[Opening Data for this exercise section]

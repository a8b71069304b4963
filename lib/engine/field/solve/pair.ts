/**
 * Both problems on one mesh: the potential and its conjugate, solved over one dissection.
 */

import { findAxisEdges } from "../assembly/axis";
import { findBoundaryRuns, type BoundaryRuns } from "../assembly/boundary-runs";
import {
  condenseElements,
  makeElements,
  type CondensedMatrices,
  type ElementSet,
} from "../assembly/elements";
import { sampleElements, type MediumList, type SampledElements } from "../assembly/medium";
import { potentialUnknowns } from "../assembly/potential";
import { streamUnknowns, type CurrentForm } from "../assembly/stream";
import { listTriangleEntities, type UnknownMap } from "../assembly/unknowns";
import type { FieldMesh } from "../mesh/mesh";
import { loadPrescribed } from "./assemble";
import type { LinearSystem } from "./system";
import { dissect, type DissectionTree } from "./dissection";
import { factorise, substitute } from "./factor";
import { analyse } from "./symbolic";

/** One solution of a system. */
export interface DiscreteField {
  /** Unknowns in elimination order. */
  readonly x: Float64Array;
  /** Prescribed values by number. */
  readonly prescribed: readonly number[];
}

/** A discrete solution of both problems; field a belongs to terminal a at one volt and all others at zero. */
export interface SolvedPair {
  readonly set: ElementSet;
  readonly runs: BoundaryRuns;
  readonly potentialSystem: LinearSystem;
  readonly potentials: readonly DiscreteField[];
  readonly streamSystem: LinearSystem;
  readonly streams: readonly DiscreteField[];
  readonly currents: readonly CurrentForm[];
  /** Multiplications and additions of both factorisations. */
  readonly operations: number;
}

export interface PairInput {
  readonly mesh: FieldMesh;
  /** Order wanted in each triangle. */
  readonly order: Uint8Array;
  readonly medium: MediumList;
  readonly terminalCount: number;
  /** A body of revolution about x = 0: the conductivity contains the factor 2πx. */
  readonly revolution: boolean;
  /** Asked now and then during the factorisations; true raises `InterruptedError`. */
  readonly shouldStop: () => boolean;
}

/** Solves for all terminals but the last, whose fields follow from the sum. */
export function solvePair(input: PairInput): SolvedPair {
  const { mesh, medium, terminalCount, revolution, shouldStop } = input;
  const set = makeElements(mesh, input.order);
  const runs = findBoundaryRuns(mesh);
  const shared = condenseElements(set);
  const tree = dissect(set);
  const fields = terminalCount - 1;
  const sigma = Float64Array.from(mesh.region, (k) => constantOf(medium[k]) ?? 1);
  const rho = sigma.map((value) => 1 / value);
  const axis = revolution ? findAxisEdges(set) : null;
  const sampled = medium.some((m) => typeof m === "function")
    ? sampleElements(
        set,
        shared,
        Array.from(mesh.region, (k) => functionOf(medium[k])),
        revolution,
        axis,
        shouldStop,
      )
    : null;

  const potentialMap = potentialUnknowns(set, runs, fields);
  const potentialSystem = makeSystem(
    set,
    potentialMap,
    tree,
    sampled?.potential.matrices ?? shared,
    sigma,
    sampled?.potential.sampled ?? null,
  );
  const potentials = solvePotentials(potentialSystem, fields, shouldStop);

  const { map, currents } = streamUnknowns(set, runs, terminalCount, axis);
  const streamSystem = makeSystem(
    set,
    map,
    tree,
    sampled?.stream.matrices ?? shared,
    rho,
    sampled?.stream.sampled ?? null,
  );
  const streams = solveStreams(streamSystem, currents.slice(0, fields), shouldStop);
  const operations = potentialSystem.structure.operations + streamSystem.structure.operations;
  return { set, runs, potentialSystem, potentials, streamSystem, streams, currents, operations };
}

function constantOf(medium: MediumList[number]): number | null {
  return typeof medium === "number" ? medium : null;
}

function functionOf(medium: MediumList[number]): Exclude<MediumList[number], number> | null {
  return typeof medium === "number" ? null : medium;
}

function makeSystem(
  set: ElementSet,
  map: UnknownMap,
  tree: DissectionTree,
  matrices: CondensedMatrices,
  weight: Float64Array,
  sampled: SampledElements | null,
): LinearSystem {
  const entities = listTriangleEntities(map, set.mesh.triangles, set.edges.edgeOf);
  return { set, map, structure: analyse(tree, entities, map.entitySize), matrices, weight, sampled };
}

function solvePotentials(system: LinearSystem, fields: number, shouldStop: () => boolean): DiscreteField[] {
  const factor = factorise(system, shouldStop);
  return Array.from({ length: fields }, (_, a) => {
    const x = new Float64Array(system.structure.unknowns);
    loadPrescribed(system, a, x);
    substitute(factor, x);
    return { x, prescribed: Array.from({ length: fields }, (_, b) => (a === b ? 1 : 0)) };
  });
}

function solveStreams(
  system: LinearSystem,
  forms: readonly CurrentForm[],
  shouldStop: () => boolean,
): DiscreteField[] {
  const factor = factorise(system, shouldStop);
  return forms.map((form) => {
    const x = new Float64Array(system.structure.unknowns);
    for (let k = 0; k < form.entity.length; k++) {
      x[system.structure.entityFirst[form.entity[k]]] += form.coefficient[k];
    }
    substitute(factor, x);
    return { x, prescribed: [] };
  });
}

[Closing Data for this exercise section]

=== What you have to do ===
Nothing in the data should be altered; please repeat it exactly.

=== Response box ===
repository a8b71069304b4963
filename lib/engine/field/solve/pair.ts
/**
 * Both problems on one mesh: the potential and its conjugate, solved over one dissection.
 */

import { findAxisEdges } from "../assembly/axis";
import { findBoundaryRuns, type BoundaryRuns } from "../assembly/boundary-runs";
import {
  condenseElements,
  makeElements,
  type CondensedMatrices,
  type ElementSet,
} from "../assembly/elements";
import { sampleElements, type MediumList, type SampledElements } from "../assembly/medium";
import { potentialUnknowns } from "../assembly/potential";
import { streamUnknowns, type CurrentForm } from "../assembly/stream";
import { listTriangleEntities, type UnknownMap } from "../assembly/unknowns";
import type { FieldMesh } from "../mesh/mesh";
import { loadPrescribed } from "./assemble";
import type { LinearSystem } from "./system";
import { dissect, type DissectionTree } from "./dissection";
import { factorise, substitute } from "./factor";
import { analyse } from "./symbolic";

/** One solution of a system. */
export interface DiscreteField {
  /** Unknowns in elimination order. */
  readonly x: Float64Array;
  /** Prescribed values by number. */
  readonly prescribed: readonly number[];
}

/** A discrete solution of both problems; field a belongs to terminal a at one volt and all others at zero. */
export interface SolvedPair {
  readonly set: ElementSet;
  readonly runs: BoundaryRuns;
  readonly potentialSystem: LinearSystem;
  readonly potentials: readonly DiscreteField[];
  readonly streamSystem: LinearSystem;
  readonly streams: readonly DiscreteField[];
  readonly currents: readonly CurrentForm[];
  /** Multiplications and additions of both factorisations. */
  readonly operations: number;
}

export interface PairInput {
  readonly mesh: FieldMesh;
  /** Order wanted in each triangle. */
  readonly order: Uint8Array;
  readonly medium: MediumList;
  readonly terminalCount: number;
  /** A body of revolution about x = 0: the conductivity contains the factor 2πx. */
  readonly revolution: boolean;
  /** Asked now and then during the factorisations; true raises `InterruptedError`. */
  readonly shouldStop: () => boolean;
}

/** Solves for all terminals but the last, whose fields follow from the sum. */
export function solvePair(input: PairInput): SolvedPair {
  const { mesh, medium, terminalCount, revolution, shouldStop } = input;
  const set = makeElements(mesh, input.order);
  const runs = findBoundaryRuns(mesh);
  const shared = condenseElements(set);
  const tree = dissect(set);
  const fields = terminalCount - 1;
  const sigma = Float64Array.from(mesh.region, (k) => constantOf(medium[k]) ?? 1);
  const rho = sigma.map((value) => 1 / value);
  const axis = revolution ? findAxisEdges(set) : null;
  const sampled = medium.some((m) => typeof m === "function")
    ? sampleElements(
        set,
        shared,
        Array.from(mesh.region, (k) => functionOf(medium[k])),
        revolution,
        axis,
        shouldStop,
      )
    : null;

  const potentialMap = potentialUnknowns(set, runs, fields);
  const potentialSystem = makeSystem(
    set,
    potentialMap,
    tree,
    sampled?.potential.matrices ?? shared,
    sigma,
    sampled?.potential.sampled ?? null,
  );
  const potentials = solvePotentials(potentialSystem, fields, shouldStop);

  const { map, currents } = streamUnknowns(set, runs, terminalCount, axis);
  const streamSystem = makeSystem(
    set,
    map,
    tree,
    sampled?.stream.matrices ?? shared,
    rho,
    sampled?.stream.sampled ?? null,
  );
  const streams = solveStreams(streamSystem, currents.slice(0, fields), shouldStop);
  const operations = potentialSystem.structure.operations + streamSystem.structure.operations;
  return { set, runs, potentialSystem, potentials, streamSystem, streams, currents, operations };
}

function constantOf(medium: MediumList[number]): number | null {
  return typeof medium === "number" ? medium : null;
}

function functionOf(medium: MediumList[number]): Exclude<MediumList[number], number> | null {
  return typeof medium === "number" ? null : medium;
}

function makeSystem(
  set: ElementSet,
  map: UnknownMap,
  tree: DissectionTree,
  matrices: CondensedMatrices,
  weight: Float64Array,
  sampled: SampledElements | null,
): LinearSystem {
  const entities = listTriangleEntities(map, set.mesh.triangles, set.edges.edgeOf);
  return { set, map, structure: analyse(tree, entities, map.entitySize), matrices, weight, sampled };
}

function solvePotentials(system: LinearSystem, fields: number, shouldStop: () => boolean): DiscreteField[] {
  const factor = factorise(system, shouldStop);
  return Array.from({ length: fields }, (_, a) => {
    const x = new Float64Array(system.structure.unknowns);
    loadPrescribed(system, a, x);
    substitute(factor, x);
    return { x, prescribed: Array.from({ length: fields }, (_, b) => (a === b ? 1 : 0)) };
  });
}

function solveStreams(
  system: LinearSystem,
  forms: readonly CurrentForm[],
  shouldStop: () => boolean,
): DiscreteField[] {
  const factor = factorise(system, shouldStop);
  return forms.map((form) => {
    const x = new Float64Array(system.structure.unknowns);
    for (let k = 0; k < form.entity.length; k++) {
      x[system.structure.entityFirst[form.entity[k]]] += form.coefficient[k];
    }
    substitute(factor, x);
    return { x, prescribed: [] };
  });
}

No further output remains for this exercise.